Ernährungswissenschaftler Hans Braun ist der Meinung, High-Protein-Produkte seien aus ernährungsphysiologischer Sicht vollkommen überflüssig. Wer die Vielfalt herkömmlicher Lebensmittel nutze, bekomme genug Protein und könne sich das Geld für die meist teureren Produkte sparen.

High-Protein-Produkte machen aus Sicht des Ernährungswissenschaftler Hans Braun keinen Sinn, wenn man schon 70-80 Gramm Protein so über die Nahrung zu sich nehme. Allein schon 100 Gramm Fleisch haben 20-25 Gramm Protein. Damit decke man schon ein Drittel des Tagesbedarfs. Im Restaurant oder in der Kantine sind die Steaks oft 200 g schwer, damit hätte man schon zwei Drittel gedeckt, auch über Brötchen, Brot, Hülsenfrüchte. Und von daher gebe es keinen Grund, diese High-Proteinprodukte zu nehmen.

Unsere Nahrung enthält in den meisten Fällen schon eine ausreichende Menge an Proteinen. Eine zusätzliche Zufuhr mit Proteinshakes und dergleichen könnte unter Umständen sogar schädlich sein. (Foto: IMAGO, imago images/YAY Images)
Unsere Nahrung enthält in den meisten Fällen schon eine ausreichende Menge an Proteinen. Eine zusätzliche Zufuhr mit Proteinshakes und dergleichen könnte unter Umständen sogar schädlich sein.
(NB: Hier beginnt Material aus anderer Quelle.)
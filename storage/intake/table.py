"""A table of any kind, opened: its header, its first rows, and its rows block by block."""

from __future__ import annotations

from collections.abc import Callable, Iterator
from dataclasses import dataclass
from pathlib import Path
from typing import Protocol

from storage.intake.findings import unreadable
from storage.intake.spreadsheet import SheetTable, Workbook
from storage.intake.table_dialect import HEAD, Dialect, column_names, header_line, text_dialect
from storage.intake.table_text import RowBlock, TextTable
from storage.intake.writing import AS_FOUND, Writing, check_writing

FIRST_ROWS = 200
"""Rows looked at for proposals and the preview."""
MOST_COLUMNS = 500


class Blocks(Protocol):
    """Blocks of rows, the header's row first, with the digest and size of what was read."""

    @property
    def sha(self) -> str: ...

    @property
    def size(self) -> int: ...

    def __iter__(self) -> Iterator[RowBlock]: ...


@dataclass(frozen=True, slots=True)
class Table:
    """What a table's beginning shows. `first` are its first rows, as wide as the header, with their lines."""

    path: Path
    dialect: Dialect
    header: tuple[str, ...]
    first: tuple[tuple[int, tuple[str, ...]], ...]
    sheets: tuple[str, ...] = ()
    book: Workbook | None = None

    def column(self, name: str) -> tuple[str, ...]:
        """The first values of a column, empty ones left out; none where there is no such column."""
        if name not in self.header:
            return ()
        i = self.header.index(name)
        return tuple(row[i] for _line, row in self.first if row[i])

    def blocks(
        self, progress: Callable[[int, int], None] | None = None, cancelled: Callable[[], bool] | None = None
    ) -> Blocks:
        """All rows from the header on."""
        if self.book is not None:
            return SheetTable(self.book, self.dialect.sheet, self.dialect.header_line, progress, cancelled,
                              self.path.name)  # fmt: skip
        return TextTable(self.path, self.dialect, progress, cancelled)


def open_table(path: Path | str, said: Writing = AS_FOUND, book: Workbook | None = None) -> Table:
    """Look at a table's beginning. What a person says of how it is written beats what is found.

    `book` is the spreadsheet, where it was opened already.

    Raises:
        UnreadableFileError: it is no table, or one that cannot be read safely.
        RecordError: what is said of it cannot be.
        OSError: it cannot be opened.
    """
    check_writing(said)
    file = Path(path)
    if book is not None:
        return _open_sheet(file, book, said)
    with file.open("rb") as stream:
        head = stream.read(HEAD)
    if head.startswith(b"\xd0\xcf\x11\xe0"):
        raise unreadable(1, file.name, "sheet.old_format", accepted="XLSX, ODS or CSV")
    if head.startswith(b"PK\x03\x04"):
        return _open_sheet(file, Workbook(file), said)
    dialect = text_dialect(head, is_whole=len(head) < HEAD, said=said)
    rows: list[list[str]] = []
    lines: list[int] = []
    for block in TextTable(file, dialect):
        rows += block.as_rows()
        lines += block.lines
        if len(rows) > FIRST_ROWS:
            break
    return _begun(file, dialect, rows[: FIRST_ROWS + 1], lines)


def _open_sheet(file: Path, book: Workbook, said: Writing) -> Table:
    name = said.sheet or next(iter(book.sheets), "")
    numbers: list[int] = []
    rows: list[list[str]] = []
    first = 1
    for number, cells in book.rows(name) if said.header_line == 0 else ():
        rows.append(cells)
        first = number - len(rows) + 1
        if len(rows) > 60:
            break
    header = said.header_line or header_line(rows) + first - 1
    rows = []
    for number, cells in book.rows(name, header):
        if any(cells):
            rows.append(cells)
            numbers.append(number)
        if len(rows) > FIRST_ROWS:
            break
    return _begun(file, Dialect("", "", header, name), rows, numbers, book)


def _begun(
    file: Path, dialect: Dialect, rows: list[list[str]], lines: list[int], book: Workbook | None = None
) -> Table:
    if len(rows) < 2:
        accepted = "a header and rows; of a log: episode,at,channel,value,unit,by,note"
        raise unreadable(dialect.header_line, file.name, "table.no_rows", accepted=accepted)
    header = column_names(_without_tail(rows[0]))
    if len(header) > MOST_COLUMNS:
        raise unreadable(dialect.header_line, str(len(header)), "table.too_wide", accepted=MOST_COLUMNS)
    width = len(header)
    first = tuple((line, tuple(fitted(cells, width))) for line, cells in zip(lines[1:], rows[1:], strict=False))
    return Table(file, dialect, header, first, book.sheets if book else (), book)


def _without_tail(cells: list[str]) -> list[str]:
    end = len(cells)
    while end and not cells[end - 1].strip():
        end -= 1
    return cells[:end]


def fitted(cells: list[str], width: int) -> list[str]:
    """A row as wide as the header: empty cells at its end are added or taken away; more is left for the reader.

    >>> fitted(["a", ""], 1), fitted(["a"], 2)
    (['a'], ['a', ''])
    """
    cells = [c.strip() for c in cells]
    while len(cells) > width and not cells[-1]:
        cells.pop()
    return cells + [""] * (width - len(cells))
Eiweißlieferanten aus natürlichen Quellen sind meist besser

Hinzu kommt: Viele High-Protein-Produkte sind hochverarbeitete, in Großküchen zusammengesetzte Lebensmittel mit oft vielen Zutaten. Wer häufig zu diesen Produkten greift, isst weniger Gemüse, Obst und Nüsse – das kann zu einem Mangel an sekundären Pflanzenstoffen, Nähr- und Ballaststoffen führen. Mögliche Folgen sind Übergewicht, ernährungsbedingte Krankheiten und ökologische Nachteile, warnt Antje Gahl.

Wir haben, so Gahl, viele Möglichkeiten, uns über natürliche Lebensmittel sehr gut mit Protein ausreichend zu versorgen.Nicht nur tierische Lebensmitteln wie Milchprodukte oder Fleisch enthalten viele Protein, sondern auch Linsen, Erbsen, Haferflocken, Kartoffeln, Sojaprodukte oder auch Algen, die sehr gut zur Versorgung beitragen.

Viele Proteinprodukte stammen aus der Fabrik. (Foto: IMAGO, imago images/Imaginechina-Tuchong)
Viele Proteinprodukte stammen aus der Fabrik.